Presidio is Microsoft's PII detection and anonymization library for Python, covering text, images, and structured data. It combines spaCy/transformer NER with pattern-based recognizers and supports redacting everything from credit card numbers to DICOM medical images. It's aimed at data engineering teams that need to sanitize data before feeding it into analytics pipelines or LLMs.
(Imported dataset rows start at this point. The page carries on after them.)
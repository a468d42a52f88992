import { accountWith, expect, signIn, test } from './support';

// An embargoed chart answers 404 on purpose, and a page of another role 403.
test.use({ expectedErrors: [/status of (403|404)/] });

const POLLSTER = 'Kelmouth Research';
const RACE = 'Averil Assembly';

test('what is under embargo stays with reporters and editors until it is opened, and the public waits', async ({
  browser,
}) => {
  test.setTimeout(120_000);
  const permissions = ['clipboard-read', 'clipboard-write'];
  const [editor, copyDesk] = await Promise.all(
    ['editor', 'copy-desk'].map(async (role) => {
      const page = await (await browser.newContext({ permissions })).newPage();
      await signIn(page, accountWith(role));
      return page;
    }),
  );
  if (!editor || !copyDesk) throw new Error('two people were expected');
  const search = `/copy-desk?${new URLSearchParams({ race: RACE, pollster: POLLSTER })}`;

  await editor.goto('/embeds');
  const entry = editor
    .getByText(/answers 404 until the embargo ends/)
    .locator('xpath=ancestor::*[self::li or self::article or self::section][1]');
  const address = (await entry.textContent())!.match(/http:\/\/localhost:\d+\/embed\/[\w-]{22}/)![0];
  const unknown = address.replace(/[\w-]{22}$/, 'A'.repeat(22));
  const [hidden, never] = await Promise.all(
    [address, unknown].map(async (url) => {
      const answer = await copyDesk.request.get(url);
      const { date: _, ...headers } = answer.headers();
      return { status: answer.status(), headers, body: await answer.text() };
    }),
  );
  expect(hidden!.status).toBe(404);
  expect(hidden).toEqual(never);

  await copyDesk.goto(search);
  await expect(copyDesk.getByText('No cleared sheet fits that search')).toBeVisible();

  await editor.goto(search);
  await expect(editor.getByRole('complementary', { name: /embargo/i }).first()).toBeVisible();
  await expect(editor.getByRole('button', { name: /Plain/ }).first()).toBeDisabled();

  await editor.goto('/releases');
  await editor.getByRole('row').filter({ hasText: 'EMBARGO' }).getByRole('link').first().click();
  await editor.getByLabel('Open it to').selectOption({ label: 'The whole copy desk' });
  await editor.getByRole('button', { name: 'Put on the list' }).click();
  await expect(editor.getByRole('button', { name: /Take off/ })).toBeVisible();

  await copyDesk.goto(search);
  await expect(copyDesk.getByRole('complementary', { name: /embargo/i }).first()).toBeVisible();
  await copyDesk.getByRole('button', { name: /Plain/ }).first().click();
  await expect(copyDesk.getByText(/^Copied/).first()).toBeVisible();
  expect((await copyDesk.request.get(address)).status()).toBe(404);

  await editor.getByRole('button', { name: 'Lift the embargo' }).click();
  const dialog = editor.getByRole('dialog');
  await dialog.getByRole('textbox').fill('The pollster published the figures early.');
  await dialog.getByRole('button', { name: 'Lift the embargo' }).click();
  await expect(editor.getByRole('complementary', { name: /embargo/i })).toHaveCount(0);
  expect((await copyDesk.request.get(address)).status()).toBe(200);
});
The recognizer architecture is genuinely extensible — you can plug in custom regex patterns, checksum validators, or external NLP models without forking the core. Image redaction support including DICOM is rare and actually useful for healthcare use cases. PySpark integration means it scales to bulk anonymization jobs on real datasets, not just single-document demos. The anonymizer pipeline supports reversible pseudonymization (encrypt/decrypt operators), which is critical for workflows that need to de-identify before processing and re-identify results afterward.
NER-based detection has a hard ceiling on recall for non-English text — the multilingual support is patchy and depends on which spaCy model you load, so anything beyond English and a few Western European languages requires significant custom work. False positive rates on names and locations are high enough that you cannot run it unsupervised on production data without a review step, which the README quietly acknowledges. The image redactor uses OCR under the hood, which means its accuracy is entirely bounded by Tesseract quality — blurry scans or non-standard fonts will leak PII silently. There's no built-in audit log or confidence threshold enforcement, so you have to wire those up yourself if you need to prove compliance to an auditor.